A modern example of this is the infamous hockey stick science data that tried to sell us bullshit climate change, as a way to carbon tax us all and increase the profits of money lenders. It zooms in on a small section of data to sneakily hide the bigger picture.
Scientism is now a fully-fledged religion. It replaced what used to be called Nature, or God, or the creator, the architect, the divine mechanic, or whatever you want to call it (feel free to replace the word “God” with a concept of your own choosing). I, like many others was educated to ridicule such beliefs and blindly believe scientists, all the time thinking that I was being a “modern realist”. The argument typically went something like:
“The deluded, religious faithful just can’t accept the reality that we are insignificant stardust in a godless universe, so they have to clamor and embrace a God or Savior (of a particular religion), to make sense of death and hope for a life after this existence. We scientists have no need of such child-like fantasies”.

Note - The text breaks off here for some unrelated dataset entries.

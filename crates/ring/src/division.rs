//! Exact division.

use crate::polynomial::Term;
use crate::{Monomial, Polynomial};
use linform_scalar::{Control, Integer, Rational, Stop};
use std::collections::BinaryHeap;

/// Coefficient operations between two questions to the control.
const STEP: usize = 1 << 13;

impl Polynomial {
    /// The quotient, or nothing if `divisor` does not divide this (0 divides nothing but 0: also nothing).
    ///
    /// # Errors
    ///
    /// [`Stop::SizeLimit`] if the quotient would have too many terms; what `control` says.
    pub fn div_exact(
        &self,
        divisor: &Polynomial,
        control: &dyn Control,
    ) -> Result<Option<Polynomial>, Stop> {
        if divisor.is_zero() {
            return Ok(None);
        }
        // By Gauss' lemma a primitive divisor divides over ℚ only if it does over ℤ, so that every step of the
        // division may insist on integers.
        let primitive = divisor.primitive_part();
        let Some(terms) = divide_heap(self.terms(), primitive.terms(), control)? else {
            return Ok(None);
        };
        let (Some((_, scaled)), Some((_, unit))) = (divisor.leading(), primitive.leading()) else {
            return Ok(None);
        };
        let factor = Rational::new(divisor.denominator() * unit, self.denominator() * scaled);
        Ok(factor.map(|factor| Polynomial::integral(terms).scale(&factor)))
    }
}

/// Division with a heap of the pending products quotient term × divisor term (M. Monagan & R. Pearce,
/// *Sparse polynomial division using a heap*, J. Symbolic Comput. 46 (2011) 807–822).
fn divide_heap(
    dividend: &[Term],
    divisor: &[Term],
    control: &dyn Control,
) -> Result<Option<Vec<Term>>, Stop> {
    let (lead, lead_coefficient) = &divisor[0];
    let mut quotient: Vec<Term> = Vec::new();
    // Each entry stands for quotient[i]·divisor[j]; the products of one quotient term follow one another.
    let mut heap: BinaryHeap<(Monomial, usize, usize)> = BinaryHeap::new();
    let (mut next, mut work) = (0, 0);
    loop {
        let monomial = match (dividend.get(next), heap.peek()) {
            (None, None) => return Ok(Some(quotient)),
            (Some((m, _)), None) => m.clone(),
            (None, Some((m, ..))) => m.clone(),
            (Some((m, _)), Some((n, ..))) => m.max(n).clone(),
        };
        let mut coefficient = Integer::ZERO;
        if let Some((m, c)) = dividend.get(next)
            && *m == monomial
        {
            coefficient = c.clone();
            next += 1;
        }
        while let Some((m, ..)) = heap.peek()
            && *m == monomial
            && let Some((_, i, j)) = heap.pop()
        {
            coefficient.sub_product(&quotient[i].1, &divisor[j].1);
            if let Some((factor, _)) = divisor.get(j + 1) {
                let product = quotient[i].0.checked_mul(factor).ok_or(Stop::SizeLimit)?;
                heap.push((product, i, j + 1));
            }
            work += 1;
            if work % STEP == 0 {
                control.proceed()?;
            }
        }
        if coefficient.is_zero() {
            continue;
        }
        let Some(monomial) = monomial.div(lead) else {
            return Ok(None);
        };
        let (value, remainder) = coefficient.div_rem_euclid(lead_coefficient);
        if !remainder.is_zero() {
            return Ok(None);
        }
        if let Some((factor, _)) = divisor.get(1) {
            let product = monomial.checked_mul(factor).ok_or(Stop::SizeLimit)?;
            heap.push((product, quotient.len(), 1));
        }
        quotient.push((monomial, value));
        if quotient.len() > control.term_limit() {
            return Err(Stop::SizeLimit);
        }
    }
}
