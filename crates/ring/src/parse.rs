//! Reading polynomials from text.

use crate::{Polynomial, Symbols};
use linform_scalar::{Control, Integer, Rational, Stop, Unlimited};
use std::fmt;
use std::sync::atomic::{AtomicU32, Ordering};

/// The longest text, in bytes.
const LONGEST_TEXT: usize = 1 << 26;
/// The deepest nesting of parentheses.
const DEEPEST_NESTING: usize = 100;
/// The longest number, in digits.
const LONGEST_NUMBER: usize = 100_000;
/// The largest number of terms of a product or power within the text.
const MOST_TERMS: usize = 200_000;
/// How often the products of one text may ask whether to go on: some tenths of a second.
const MOST_STEPS: u32 = 2000;

/// A text is no polynomial in the given symbols, or exceeds a bound.
#[derive(Clone, Debug, PartialEq, Eq)]
pub struct ParseError {
    kind: ParseErrorKind,
    offset: usize,
}

#[derive(Clone, Debug, PartialEq, Eq)]
enum ParseErrorKind {
    TextTooLong,
    NestingTooDeep,
    NumberTooLong,
    ExponentTooLarge,
    ResultTooLarge,
    UnknownName(String),
    UnexpectedCharacter(char),
    UnexpectedEnd,
    ExponentExpected,
    DivisionByPolynomial,
    DivisionByZero,
}

impl ParseError {
    /// The byte in the text at which the trouble was noticed.
    pub fn offset(&self) -> usize {
        self.offset
    }
}

impl fmt::Display for ParseError {
    fn fmt(&self, f: &mut fmt::Formatter<'_>) -> fmt::Result {
        match &self.kind {
            ParseErrorKind::TextTooLong => {
                write!(f, "the text is longer than {LONGEST_TEXT} bytes")?;
            }
            ParseErrorKind::NestingTooDeep => {
                write!(f, "parentheses nested deeper than {DEEPEST_NESTING}")?;
            }
            ParseErrorKind::NumberTooLong => {
                write!(f, "a number of more than {LONGEST_NUMBER} digits")?;
            }
            ParseErrorKind::ExponentTooLarge => {
                write!(f, "an exponent above {}", crate::Monomial::MAX_EXPONENT)?;
            }
            ParseErrorKind::ResultTooLarge => f.write_str("a product or power is too large")?,
            ParseErrorKind::UnknownName(name) => write!(f, "unknown name `{name}`")?,
            ParseErrorKind::UnexpectedCharacter(character) => {
                write!(f, "unexpected character {character:?}")?;
            }
            ParseErrorKind::UnexpectedEnd => f.write_str("the text ends too early")?,
            ParseErrorKind::ExponentExpected => f.write_str("expected an exponent in digits")?,
            ParseErrorKind::DivisionByPolynomial => {
                f.write_str("division by what is not a number")?;
            }
            ParseErrorKind::DivisionByZero => f.write_str("division by zero")?,
        }
        write!(f, " at byte {}", self.offset)
    }
}

impl std::error::Error for ParseError {}

/// Counts the questions instead of the time, so that what is too large does not depend on the machine.
#[derive(Default)]
struct Budget(AtomicU32);

impl Control for Budget {
    fn proceed(&self) -> Result<(), Stop> {
        if self.0.fetch_add(1, Ordering::Relaxed) < MOST_STEPS {
            Ok(())
        } else {
            Err(Stop::SizeLimit)
        }
    }

    fn term_limit(&self) -> usize {
        MOST_TERMS
    }
}

impl Symbols {
    /// Reads a polynomial: integers, names, `+ - * / ^` and parentheses, with division by numbers alone.
    ///
    /// `^` binds closest, then `*` and `/` from the left, then the signs; spaces separate. Inverse to
    /// [`Symbols::format`].
    ///
    /// # Errors
    ///
    /// What is wrong and at which byte. Bounded are the text (64 MiB), the nesting (100), the digits of a
    /// number (100 000), exponents, and the size of products and powers.
    ///
    /// # Examples
    ///
    /// ```
    /// use linform_ring::Symbols;
    ///
    /// let symbols = Symbols::new(vec![], Some("t".into()), vec![]);
    /// let p = symbols.parse("(3*t^2 - 2)/10")?;
    /// assert_eq!(symbols.format(&p), "3/10*t^2 - 1/5");
    /// assert!(symbols.parse("1/t").is_err());
    /// # Ok::<(), linform_ring::ParseError>(())
    /// ```
    pub fn parse(&self, text: &str) -> Result<Polynomial, ParseError> {
        let mut reader = Reader {
            symbols: self,
            text,
            offset: 0,
            depth: 0,
            budget: Budget::default(),
        };
        if text.len() > LONGEST_TEXT {
            return Err(reader.error(ParseErrorKind::TextTooLong));
        }
        let result = reader.sum()?;
        match reader.peek() {
            None => Ok(result),
            Some(character) => Err(reader.error(ParseErrorKind::UnexpectedCharacter(character))),
        }
    }
}

struct Reader<'a> {
    symbols: &'a Symbols,
    text: &'a str,
    offset: usize,
    depth: usize,
    budget: Budget,
}

impl<'a> Reader<'a> {
    fn error(&self, kind: ParseErrorKind) -> ParseError {
        ParseError {
            kind,
            offset: self.offset,
        }
    }

    fn stopped(&self, _: Stop) -> ParseError {
        self.error(ParseErrorKind::ResultTooLarge)
    }

    /// The next character that is not a space.
    fn peek(&mut self) -> Option<char> {
        let rest = &self.text[self.offset..];
        let trimmed = rest.trim_start();
        self.offset += rest.len() - trimmed.len();
        trimmed.chars().next()
    }

    fn take(&mut self, expected: char) -> bool {
        let found = self.peek() == Some(expected);
        if found {
            self.offset += expected.len_utf8();
        }
        found
    }

    /// The longest piece from here on whose characters all pass.
    fn piece(&mut self, passes: impl Fn(char) -> bool) -> &'a str {
        let rest = &self.text[self.offset..];
        let end = rest.find(|c| !passes(c)).unwrap_or(rest.len());
        self.offset += end;
        &rest[..end]
    }

    /// Are the signs at this place together a minus?
    fn signs(&mut self) -> bool {
        let mut negative = false;
        loop {
            if self.take('-') {
                negative = !negative;
            } else if !self.take('+') {
                return negative;
            }
        }
    }

    fn sum(&mut self) -> Result<Polynomial, ParseError> {
        // Long sums of single terms are the usual text: their terms are sorted once, at the end.
        let mut summands = Vec::new();
        loop {
            let negative = self.signs();
            let value = self.product()?;
            summands.push(if negative { -&value } else { value });
            if !matches!(self.peek(), Some('+' | '-')) {
                break;
            }
        }
        if summands.len() == 1 {
            return Ok(summands.swap_remove(0));
        }
        Ok(Polynomial::from_terms(summands.into_iter().flat_map(
            |summand| {
                let (terms, denominator) = summand.into_parts();
                terms.into_iter().map(move |(monomial, coefficient)| {
                    let value = Rational::new(coefficient, denominator.clone());
                    (monomial, value.unwrap_or_default())
                })
            },
        )))
    }

    fn product(&mut self) -> Result<Polynomial, ParseError> {
        let mut result = self.power()?;
        loop {
            if self.take('*') {
                let negative = self.signs();
                let factor = self.power()?;
                // Products of single terms (and their powers) make up any canonical text, and their work is bounded by its length.
                let product = if result.len() <= 1 && factor.len() <= 1 {
                    result.mul(&factor, &Unlimited)
                } else {
                    result.mul(&factor, &self.budget)
                };
                result = product.map_err(|stop| self.stopped(stop))?;
                if negative {
                    result = -&result;
                }
            } else if self.take('/') {
                let negative = self.signs();
                let divisor = self.power()?;
                let Some(value) = divisor.as_constant() else {
                    return Err(self.error(ParseErrorKind::DivisionByPolynomial));
                };
                let Some(inverse) = value.recip() else {
                    return Err(self.error(ParseErrorKind::DivisionByZero));
                };
                result = result.scale(&if negative { -inverse } else { inverse });
            } else {
                return Ok(result);
            }
        }
    }

    fn power(&mut self) -> Result<Polynomial, ParseError> {
        let base = self.atom()?;
        if !self.take('^') {
            return Ok(base);
        }
        self.peek();
        let digits = self.piece(|c| c.is_ascii_digit());
        if digits.is_empty() {
            return Err(self.error(ParseErrorKind::ExponentExpected));
        }
        let exponent = match digits.parse::<u32>() {
            Ok(exponent) if exponent <= u32::from(crate::Monomial::MAX_EXPONENT) => exponent,
            _ => return Err(self.error(ParseErrorKind::ExponentTooLarge)),
        };
        let power = if base.len() <= 1 {
            base.pow(exponent, &Unlimited)
        } else {
            base.pow(exponent, &self.budget)
        };
        power.map_err(|stop| self.stopped(stop))
    }

    fn atom(&mut self) -> Result<Polynomial, ParseError> {
        match self.peek() {
            None => Err(self.error(ParseErrorKind::UnexpectedEnd)),
            Some('(') => {
                if self.depth == DEEPEST_NESTING {
                    return Err(self.error(ParseErrorKind::NestingTooDeep));
                }
                self.offset += 1;
                self.depth += 1;
                let inner = self.sum()?;
                self.depth -= 1;
                match (self.take(')'), self.peek()) {
                    (true, _) => Ok(inner),
                    (false, None) => Err(self.error(ParseErrorKind::UnexpectedEnd)),
                    (false, Some(other)) => {
                        Err(self.error(ParseErrorKind::UnexpectedCharacter(other)))
                    }
                }
            }
            Some(first) if first.is_ascii_digit() => {
                let digits = self.piece(|c| c.is_ascii_digit());
                if digits.len() > LONGEST_NUMBER {
                    return Err(self.error(ParseErrorKind::NumberTooLong));
                }
                let value = digits.parse::<Integer>();
                let value =
                    value.map_err(|_| self.error(ParseErrorKind::UnexpectedCharacter(first)))?;
                Ok(Polynomial::constant(value.into()))
            }
            Some(first) if first.is_alphabetic() || first == '_' => {
                let start = self.offset;
                self.piece(|c| c.is_alphanumeric() || c == '_');
                self.piece(|c| c == '\'');
                let name = &self.text[start..self.offset];
                match self.symbols.index_of(name) {
                    Some(index) => Ok(Polynomial::symbol(self.symbols, index)),
                    None => {
                        let kind = ParseErrorKind::UnknownName(name.chars().take(80).collect());
                        self.offset = start;
                        Err(self.error(kind))
                    }
                }
            }
            Some(other) => Err(self.error(ParseErrorKind::UnexpectedCharacter(other))),
        }
    }
}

However, it is important to see that inquiring (or philosophizing) about / into nature, reality and creation is not the same thing as being of a particular religious’ faith, such as Christianity, Muslim, Hindu, Buddhism, etc.
Up until 2 years ago, I threw out the baby with the bath water, which I guess was their intention all the time.
2. Mathematical absurdities: Zero, Infinity and Incommensurability.
In mathematics, many imaginary concepts have been introduced such as zero, infinity, negative numbers, irrational numbers, etc., all of which have no foundation in reality (see the famous Tesla quote).
In the true definition of Natural numbers there is no zero; there are no negative numbers; no complex imaginary numbers; no incommensurable numbers, no square root, n-roots; no PI; no Sines or Cosines; no power series approximations and no concept of infinity. “Zero” is sometimes added to the natural numbers to make “whole numbers”, but this is just smoke and mirrors. https://en.wikipedia.org/wiki/Natural_number
Zero
Zero is not a natural number. It does not occur in Nature. It is the absence of anything/everything. It does not exist. It should not be “counted” as a natural number, since it cannot be counted. If there is nothing, then there is nothing to talk about.
Zero, when signifying a decimal shift is important to the money lenders, but any other symbol would have worked just as well. Using Zero for decimal places is but a subtle introduction that conditions us to accept Zero as a natural number. Zero was initially thought by some religious Orders to be a device of the devil and there was a lot of resistance but merchants adopted Arabic numerals and zero for calculation, so it was eventually universally received.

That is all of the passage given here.